Starting at the line that holds "x = np.linspace(0.0, 3.0, 13)" and stopping at the line that holds "assert seen.force.moment_beyond(x) == pytest.approx(force", restate the records below word for word, with both of those lines included.

Extracted material: Begin

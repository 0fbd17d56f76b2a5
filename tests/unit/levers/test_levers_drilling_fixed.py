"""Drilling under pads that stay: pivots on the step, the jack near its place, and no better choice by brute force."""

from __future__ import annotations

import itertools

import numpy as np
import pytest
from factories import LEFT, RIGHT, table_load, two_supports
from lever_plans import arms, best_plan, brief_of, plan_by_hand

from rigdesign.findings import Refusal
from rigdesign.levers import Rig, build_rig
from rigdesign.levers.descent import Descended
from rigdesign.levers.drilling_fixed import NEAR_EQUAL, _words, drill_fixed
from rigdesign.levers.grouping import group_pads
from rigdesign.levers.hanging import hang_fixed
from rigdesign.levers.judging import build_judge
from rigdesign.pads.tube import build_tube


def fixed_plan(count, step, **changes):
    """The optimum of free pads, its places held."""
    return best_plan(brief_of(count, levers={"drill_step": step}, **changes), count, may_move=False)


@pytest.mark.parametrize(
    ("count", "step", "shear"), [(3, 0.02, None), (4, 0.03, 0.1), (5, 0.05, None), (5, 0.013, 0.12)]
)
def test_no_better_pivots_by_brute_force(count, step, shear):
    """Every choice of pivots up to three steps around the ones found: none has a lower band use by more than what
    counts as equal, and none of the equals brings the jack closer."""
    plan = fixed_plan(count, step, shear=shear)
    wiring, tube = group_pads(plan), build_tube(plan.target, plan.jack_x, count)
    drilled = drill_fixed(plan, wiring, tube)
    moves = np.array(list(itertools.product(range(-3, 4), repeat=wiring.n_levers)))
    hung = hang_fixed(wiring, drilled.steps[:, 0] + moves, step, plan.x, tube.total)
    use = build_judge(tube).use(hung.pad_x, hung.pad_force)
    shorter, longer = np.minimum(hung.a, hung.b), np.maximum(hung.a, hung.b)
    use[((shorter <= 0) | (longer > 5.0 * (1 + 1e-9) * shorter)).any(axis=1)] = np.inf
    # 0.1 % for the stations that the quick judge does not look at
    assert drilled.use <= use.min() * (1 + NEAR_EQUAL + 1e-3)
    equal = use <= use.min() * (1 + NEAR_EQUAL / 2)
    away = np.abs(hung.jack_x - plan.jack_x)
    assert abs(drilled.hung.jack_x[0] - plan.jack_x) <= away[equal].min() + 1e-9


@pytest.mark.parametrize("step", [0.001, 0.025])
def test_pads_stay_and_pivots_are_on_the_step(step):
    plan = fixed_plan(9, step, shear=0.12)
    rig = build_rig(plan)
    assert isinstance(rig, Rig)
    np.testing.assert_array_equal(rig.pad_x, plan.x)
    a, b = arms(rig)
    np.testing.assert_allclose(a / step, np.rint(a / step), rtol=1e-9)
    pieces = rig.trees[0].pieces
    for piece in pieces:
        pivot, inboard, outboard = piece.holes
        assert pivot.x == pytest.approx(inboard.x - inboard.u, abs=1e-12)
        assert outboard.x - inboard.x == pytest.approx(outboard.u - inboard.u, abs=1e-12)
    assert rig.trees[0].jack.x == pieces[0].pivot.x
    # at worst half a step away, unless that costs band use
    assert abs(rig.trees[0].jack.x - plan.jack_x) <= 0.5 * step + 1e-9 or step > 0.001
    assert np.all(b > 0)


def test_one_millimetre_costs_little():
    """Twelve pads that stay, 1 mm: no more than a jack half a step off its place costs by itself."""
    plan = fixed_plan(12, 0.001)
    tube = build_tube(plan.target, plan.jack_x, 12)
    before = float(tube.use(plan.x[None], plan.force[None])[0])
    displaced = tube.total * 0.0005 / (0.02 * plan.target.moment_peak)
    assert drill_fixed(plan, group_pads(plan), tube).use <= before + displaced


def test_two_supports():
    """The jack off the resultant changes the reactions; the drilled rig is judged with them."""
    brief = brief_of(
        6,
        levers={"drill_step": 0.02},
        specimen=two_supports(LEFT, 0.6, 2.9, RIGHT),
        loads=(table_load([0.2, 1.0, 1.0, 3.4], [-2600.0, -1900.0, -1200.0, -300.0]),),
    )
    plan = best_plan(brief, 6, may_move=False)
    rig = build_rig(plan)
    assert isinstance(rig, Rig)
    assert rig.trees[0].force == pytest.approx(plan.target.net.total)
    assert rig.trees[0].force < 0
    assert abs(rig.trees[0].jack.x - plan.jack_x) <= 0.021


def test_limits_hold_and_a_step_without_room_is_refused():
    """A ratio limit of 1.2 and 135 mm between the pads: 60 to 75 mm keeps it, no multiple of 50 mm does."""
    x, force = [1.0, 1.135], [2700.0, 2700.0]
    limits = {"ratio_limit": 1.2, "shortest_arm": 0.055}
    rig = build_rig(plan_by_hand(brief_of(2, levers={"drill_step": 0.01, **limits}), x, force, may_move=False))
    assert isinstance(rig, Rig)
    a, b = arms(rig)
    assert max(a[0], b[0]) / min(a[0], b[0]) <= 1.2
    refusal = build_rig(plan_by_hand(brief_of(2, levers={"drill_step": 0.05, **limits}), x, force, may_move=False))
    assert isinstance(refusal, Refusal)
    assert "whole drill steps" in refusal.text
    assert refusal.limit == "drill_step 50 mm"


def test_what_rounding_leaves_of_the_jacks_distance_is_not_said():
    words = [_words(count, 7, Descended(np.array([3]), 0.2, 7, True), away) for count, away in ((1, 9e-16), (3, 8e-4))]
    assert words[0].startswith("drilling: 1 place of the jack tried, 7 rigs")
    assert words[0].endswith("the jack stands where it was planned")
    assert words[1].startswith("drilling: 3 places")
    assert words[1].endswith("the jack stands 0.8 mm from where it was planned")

Extracted material: End
Extracted material: Begin

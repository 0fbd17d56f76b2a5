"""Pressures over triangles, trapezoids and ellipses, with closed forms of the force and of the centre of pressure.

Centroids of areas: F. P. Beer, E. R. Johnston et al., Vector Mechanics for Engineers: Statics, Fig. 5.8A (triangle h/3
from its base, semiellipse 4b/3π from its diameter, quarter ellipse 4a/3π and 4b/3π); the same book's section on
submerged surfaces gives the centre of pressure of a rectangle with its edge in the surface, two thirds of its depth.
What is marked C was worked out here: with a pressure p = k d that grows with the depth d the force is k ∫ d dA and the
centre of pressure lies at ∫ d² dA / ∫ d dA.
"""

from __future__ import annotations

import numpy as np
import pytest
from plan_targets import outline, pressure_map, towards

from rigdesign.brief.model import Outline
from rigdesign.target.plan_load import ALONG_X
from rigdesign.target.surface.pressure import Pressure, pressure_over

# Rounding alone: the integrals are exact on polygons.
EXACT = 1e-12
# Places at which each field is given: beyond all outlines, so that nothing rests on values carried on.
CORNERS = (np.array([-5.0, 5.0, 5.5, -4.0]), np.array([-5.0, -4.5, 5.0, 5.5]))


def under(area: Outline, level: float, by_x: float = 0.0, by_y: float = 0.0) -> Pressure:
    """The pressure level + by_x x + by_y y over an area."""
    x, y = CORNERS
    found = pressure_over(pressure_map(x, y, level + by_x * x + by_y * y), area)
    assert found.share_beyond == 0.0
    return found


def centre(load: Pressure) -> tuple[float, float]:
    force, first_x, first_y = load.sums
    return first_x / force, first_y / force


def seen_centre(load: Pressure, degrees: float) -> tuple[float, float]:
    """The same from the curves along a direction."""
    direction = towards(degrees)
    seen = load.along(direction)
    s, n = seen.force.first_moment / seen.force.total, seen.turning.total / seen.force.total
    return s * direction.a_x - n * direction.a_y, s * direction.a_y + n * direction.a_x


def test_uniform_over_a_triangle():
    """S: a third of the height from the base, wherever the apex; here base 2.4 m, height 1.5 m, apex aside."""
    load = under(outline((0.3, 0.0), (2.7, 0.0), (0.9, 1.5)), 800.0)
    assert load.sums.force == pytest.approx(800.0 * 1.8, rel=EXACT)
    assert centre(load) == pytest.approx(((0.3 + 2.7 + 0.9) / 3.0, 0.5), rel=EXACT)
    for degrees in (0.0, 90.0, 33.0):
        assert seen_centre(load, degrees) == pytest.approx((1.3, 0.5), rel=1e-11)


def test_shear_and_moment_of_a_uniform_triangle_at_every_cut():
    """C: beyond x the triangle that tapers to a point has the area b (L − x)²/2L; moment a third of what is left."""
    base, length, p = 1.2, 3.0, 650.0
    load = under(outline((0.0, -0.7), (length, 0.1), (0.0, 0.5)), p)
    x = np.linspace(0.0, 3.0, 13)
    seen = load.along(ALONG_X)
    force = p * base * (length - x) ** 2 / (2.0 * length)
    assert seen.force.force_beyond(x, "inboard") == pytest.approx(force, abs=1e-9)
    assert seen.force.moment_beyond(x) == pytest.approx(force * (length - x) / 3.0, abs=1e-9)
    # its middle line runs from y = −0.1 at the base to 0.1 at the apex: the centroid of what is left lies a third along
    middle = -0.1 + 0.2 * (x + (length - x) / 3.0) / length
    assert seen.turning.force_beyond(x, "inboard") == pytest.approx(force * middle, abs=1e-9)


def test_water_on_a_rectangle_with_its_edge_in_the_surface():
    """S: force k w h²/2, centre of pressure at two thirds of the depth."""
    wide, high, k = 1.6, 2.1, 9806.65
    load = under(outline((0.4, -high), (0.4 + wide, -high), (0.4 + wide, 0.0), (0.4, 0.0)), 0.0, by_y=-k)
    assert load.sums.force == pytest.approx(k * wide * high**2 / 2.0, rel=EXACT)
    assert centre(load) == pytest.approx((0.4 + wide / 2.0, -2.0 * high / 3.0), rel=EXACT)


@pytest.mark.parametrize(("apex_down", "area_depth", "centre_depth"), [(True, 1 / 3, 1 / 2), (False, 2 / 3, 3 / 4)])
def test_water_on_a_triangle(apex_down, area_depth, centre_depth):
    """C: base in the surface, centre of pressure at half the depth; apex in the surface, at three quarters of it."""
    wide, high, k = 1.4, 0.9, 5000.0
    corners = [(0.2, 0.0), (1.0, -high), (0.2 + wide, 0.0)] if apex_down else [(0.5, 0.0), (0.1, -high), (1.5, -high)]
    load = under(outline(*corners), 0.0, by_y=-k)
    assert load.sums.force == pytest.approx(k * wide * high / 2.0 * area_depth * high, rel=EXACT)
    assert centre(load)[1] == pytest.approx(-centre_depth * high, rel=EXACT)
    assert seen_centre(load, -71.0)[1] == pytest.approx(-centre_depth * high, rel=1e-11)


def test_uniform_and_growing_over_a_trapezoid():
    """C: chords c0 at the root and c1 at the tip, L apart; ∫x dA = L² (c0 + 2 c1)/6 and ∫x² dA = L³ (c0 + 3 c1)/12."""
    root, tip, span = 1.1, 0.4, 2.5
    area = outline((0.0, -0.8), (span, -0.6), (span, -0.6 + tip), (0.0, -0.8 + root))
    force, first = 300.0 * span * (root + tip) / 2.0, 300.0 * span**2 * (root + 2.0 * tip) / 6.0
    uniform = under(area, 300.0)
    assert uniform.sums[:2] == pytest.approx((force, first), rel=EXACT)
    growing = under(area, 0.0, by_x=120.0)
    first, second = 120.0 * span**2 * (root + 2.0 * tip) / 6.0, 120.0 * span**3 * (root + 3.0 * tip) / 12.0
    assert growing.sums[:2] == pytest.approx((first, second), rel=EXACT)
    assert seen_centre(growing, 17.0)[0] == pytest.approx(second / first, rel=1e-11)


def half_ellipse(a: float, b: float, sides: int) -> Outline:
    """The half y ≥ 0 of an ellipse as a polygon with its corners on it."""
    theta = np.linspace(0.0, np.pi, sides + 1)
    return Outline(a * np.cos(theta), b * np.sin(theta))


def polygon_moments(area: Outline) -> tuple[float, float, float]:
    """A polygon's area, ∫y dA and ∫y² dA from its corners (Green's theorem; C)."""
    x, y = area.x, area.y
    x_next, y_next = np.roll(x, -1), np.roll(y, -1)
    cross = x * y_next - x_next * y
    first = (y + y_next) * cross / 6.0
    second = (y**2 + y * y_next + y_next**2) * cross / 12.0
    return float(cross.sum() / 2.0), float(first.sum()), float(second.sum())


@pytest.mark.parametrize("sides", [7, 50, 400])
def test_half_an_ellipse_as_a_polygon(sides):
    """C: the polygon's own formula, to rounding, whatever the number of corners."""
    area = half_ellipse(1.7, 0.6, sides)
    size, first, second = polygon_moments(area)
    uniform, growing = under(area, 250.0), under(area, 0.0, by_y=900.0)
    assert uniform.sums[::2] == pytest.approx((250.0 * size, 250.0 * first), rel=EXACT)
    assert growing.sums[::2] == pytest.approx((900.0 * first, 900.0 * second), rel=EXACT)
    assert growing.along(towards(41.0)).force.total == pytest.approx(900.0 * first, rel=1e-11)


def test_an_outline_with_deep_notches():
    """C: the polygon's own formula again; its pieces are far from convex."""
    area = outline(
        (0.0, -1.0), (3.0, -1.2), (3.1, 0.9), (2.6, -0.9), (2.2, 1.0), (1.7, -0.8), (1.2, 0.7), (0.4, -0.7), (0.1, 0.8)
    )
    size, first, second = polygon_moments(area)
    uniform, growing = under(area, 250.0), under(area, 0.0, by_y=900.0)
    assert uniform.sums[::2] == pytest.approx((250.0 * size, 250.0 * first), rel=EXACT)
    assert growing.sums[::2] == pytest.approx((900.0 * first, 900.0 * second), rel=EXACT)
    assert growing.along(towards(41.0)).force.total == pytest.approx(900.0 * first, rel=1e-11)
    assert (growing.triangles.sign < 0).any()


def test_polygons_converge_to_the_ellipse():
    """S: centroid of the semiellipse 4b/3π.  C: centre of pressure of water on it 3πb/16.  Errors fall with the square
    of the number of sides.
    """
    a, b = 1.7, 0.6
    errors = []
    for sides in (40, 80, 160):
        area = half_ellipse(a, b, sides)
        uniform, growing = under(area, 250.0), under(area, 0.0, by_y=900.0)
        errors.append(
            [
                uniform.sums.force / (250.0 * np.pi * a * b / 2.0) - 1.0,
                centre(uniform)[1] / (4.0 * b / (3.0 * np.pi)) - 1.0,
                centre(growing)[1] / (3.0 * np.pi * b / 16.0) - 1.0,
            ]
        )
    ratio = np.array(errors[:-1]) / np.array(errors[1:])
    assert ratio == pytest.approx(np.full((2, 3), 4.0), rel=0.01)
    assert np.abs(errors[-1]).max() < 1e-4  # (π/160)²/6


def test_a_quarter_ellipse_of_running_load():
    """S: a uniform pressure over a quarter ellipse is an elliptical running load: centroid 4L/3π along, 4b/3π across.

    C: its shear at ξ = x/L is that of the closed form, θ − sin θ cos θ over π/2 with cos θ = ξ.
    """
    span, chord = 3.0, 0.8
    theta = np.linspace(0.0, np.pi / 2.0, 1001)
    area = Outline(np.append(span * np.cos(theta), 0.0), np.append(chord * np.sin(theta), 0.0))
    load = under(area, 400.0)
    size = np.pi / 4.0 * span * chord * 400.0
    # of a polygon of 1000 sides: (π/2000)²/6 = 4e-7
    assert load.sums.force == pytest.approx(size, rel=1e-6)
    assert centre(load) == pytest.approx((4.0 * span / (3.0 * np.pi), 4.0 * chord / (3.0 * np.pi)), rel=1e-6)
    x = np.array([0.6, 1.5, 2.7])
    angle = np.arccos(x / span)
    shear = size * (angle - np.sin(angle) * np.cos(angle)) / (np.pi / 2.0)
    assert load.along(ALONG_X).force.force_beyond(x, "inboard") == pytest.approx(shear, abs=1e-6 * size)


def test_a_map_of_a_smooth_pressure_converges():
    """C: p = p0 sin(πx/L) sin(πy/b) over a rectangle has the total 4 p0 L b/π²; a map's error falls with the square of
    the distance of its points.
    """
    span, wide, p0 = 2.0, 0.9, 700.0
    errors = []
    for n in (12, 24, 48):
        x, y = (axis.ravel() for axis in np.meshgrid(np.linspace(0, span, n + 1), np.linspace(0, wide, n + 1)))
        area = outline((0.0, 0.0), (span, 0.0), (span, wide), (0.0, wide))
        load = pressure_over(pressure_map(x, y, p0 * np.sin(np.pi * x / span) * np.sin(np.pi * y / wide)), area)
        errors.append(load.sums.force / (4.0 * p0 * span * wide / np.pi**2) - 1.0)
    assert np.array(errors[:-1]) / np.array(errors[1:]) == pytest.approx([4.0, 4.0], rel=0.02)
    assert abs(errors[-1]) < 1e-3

Extracted material: End

• Finished task
    x = np.linspace(0.0, 3.0, 13)
    seen = load.along(ALONG_X)
    force = p * base * (length - x) ** 2 / (2.0 * length)
    assert seen.force.force_beyond(x, "inboard") == pytest.approx(force, abs=1e-9)
    assert seen.force.moment_beyond(x) == pytest.approx(force * (length - x) / 3.0, abs=1e-9)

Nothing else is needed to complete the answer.